Investing.com - The dollar continued to pare losses against the other major currencies on Tuesday, supported by upbeat U.S. housing sector data, while investors awaited the conclusion of the Federal Reserve’s monthly policy meeting on Wednesday.
The U.S. Commerce Department said new home sales rose by 3.5% to 592,000 units last month. New home sales in May were revised up to 572,000 units, from the prior reading of a 6.0% slump to 551,000 units.
Analysts had expected a 1.6% advance from the initial May number to a total of 560,000 units.
Separately, the Conference Board said its index of consumer confidence inched down to 97.3 this month from a reading of 97.4 in June, whose figure was revised down from a previously reported 98.0. Analysts expected the index to fall to 95.9 in July.
Market participants were eyeing the Fed’s upcoming policy decision as a recent string of pbeat U.S. data continued to support expectations for a rate hike by the U.S. central bank in the near future.
While most investors expect the Fed to leave its monetary policy unchanged this week, it could give hints on the timing of future rate hikes.
EUR/USD held steady at 1.0991, off Friday’s one-month lows of 1.0951.
Meanwhile, USD/JPY was down 1.09% at 104.65, after hitting a one-and-a-half week low of 10400 earlier in the day.
The yen was boosted by a Nikkei report saying the Japanese government planned a direct fiscal stimulus of around 6 trillion yen ($56 billion) over the next few years, disappointing expectations for as much as 10 trillion to 20 trillion yen in fiscal stimulus.
The dollar had climbed to as high as 107.49 last week, as investors’ expectations had mounted for Tokyo to unveil an aggressive stimulus package.
Market players are also looking ahead to the Bank of Japan’s policy meeting later this week. The BOJ is widely expected to ease policy further at the conclusion of its meeting on Friday, which could include a rate cut deeper into negative territory and additional asset purchases.
The pound edged lower, with GBP/USD down 0.13% at 1.3122, while USD/CHF climbed 0.56% to 0.9914.
Expectations for a rate but by the Bank of England at its August policy meeting mounted after the Financial Times reported that Martin Weale, a member of the BOE's rate-setting committee, dropped his opposition to an easing and now favored immediate stimulus.

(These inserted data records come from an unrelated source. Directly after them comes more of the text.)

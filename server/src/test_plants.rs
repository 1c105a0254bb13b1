//! The smallest plants the shell's unit tests need: a tee (one node `n` with a feed `in` and
//! an outlet `out`, one component `A`) with the molar-flow meters a test asks for.

/// A molar-flow meter of the tee, σ 1 kmol/h: its tag, its stream (`in` or `out`) and its
/// range, if it has one.
pub(crate) struct FlowMeter(pub &'static str, pub &'static str, pub Option<[f64; 2]>);

/// The tee's model file with `meters`.
pub(crate) fn tee(meters: &[FlowMeter]) -> String {
    let mut text = String::from(
        r#"
name = "tee"
[[component]]
id = "A"
molar_mass = 2.0
[[unit]]
id = "n"
kind = "node"
[[stream]]
id = "in"
from = "outside"
to = "n"
[[stream]]
id = "out"
from = "n"
to = "outside"
"#,
    );
    for FlowMeter(tag, stream, range) in meters {
        text += &format!(
            "[[meter]]\ntag = \"{tag}\"\nstream = \"{stream}\"\nquantity = \"molar_flow\"\n\
             uom = \"kmol/h\"\nsigma = 1.0\n"
        );
        if let Some([lo, hi]) = range {
            text += &format!("range = [{lo:?}, {hi:?}]\n");
        }
    }
    text
}

/// The tee with one meter, F-1 on the feed (revisions, the scheduler).
pub(crate) fn tee_with_feed_meter() -> String {
    tee(&[FlowMeter("F-1", "in", None)])
}

#[test]
fn the_shell_has_no_import_circle() {
    let src = std::path::Path::new(env!("CARGO_MANIFEST_DIR")).join("src");
    let graph = testkit::layers::imports(&src);
    assert!(graph.contains_key("api") && graph["api"].contains("service"));
    assert_eq!(testkit::layers::circles(&graph), Vec::<Vec<String>>::new());
}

The Australian and New Zealand dollars remained stronger, with AUD/USD up 0.63% at 0.7516 and with NZD/USD advancing 0.79% to 0.7051.
Earlier Tuesday, Statistics New Zealand said the country’s trade surplus narrowed to NZ$127 million in June from NZ$358 million the previous month, compared to expectations for a trade surplus of NZ$125 million.
Elsewhere, USD/CAD eased up 0.08% to trade at 1.3227, nearg the previous session’s four-month peak of 1.3243.
The U.S. dollar index, which measures the greenback’s strength against a trade-weighted basket of six major currencies, was down 0.09% at 97.19, after hitting session lows of 96.90.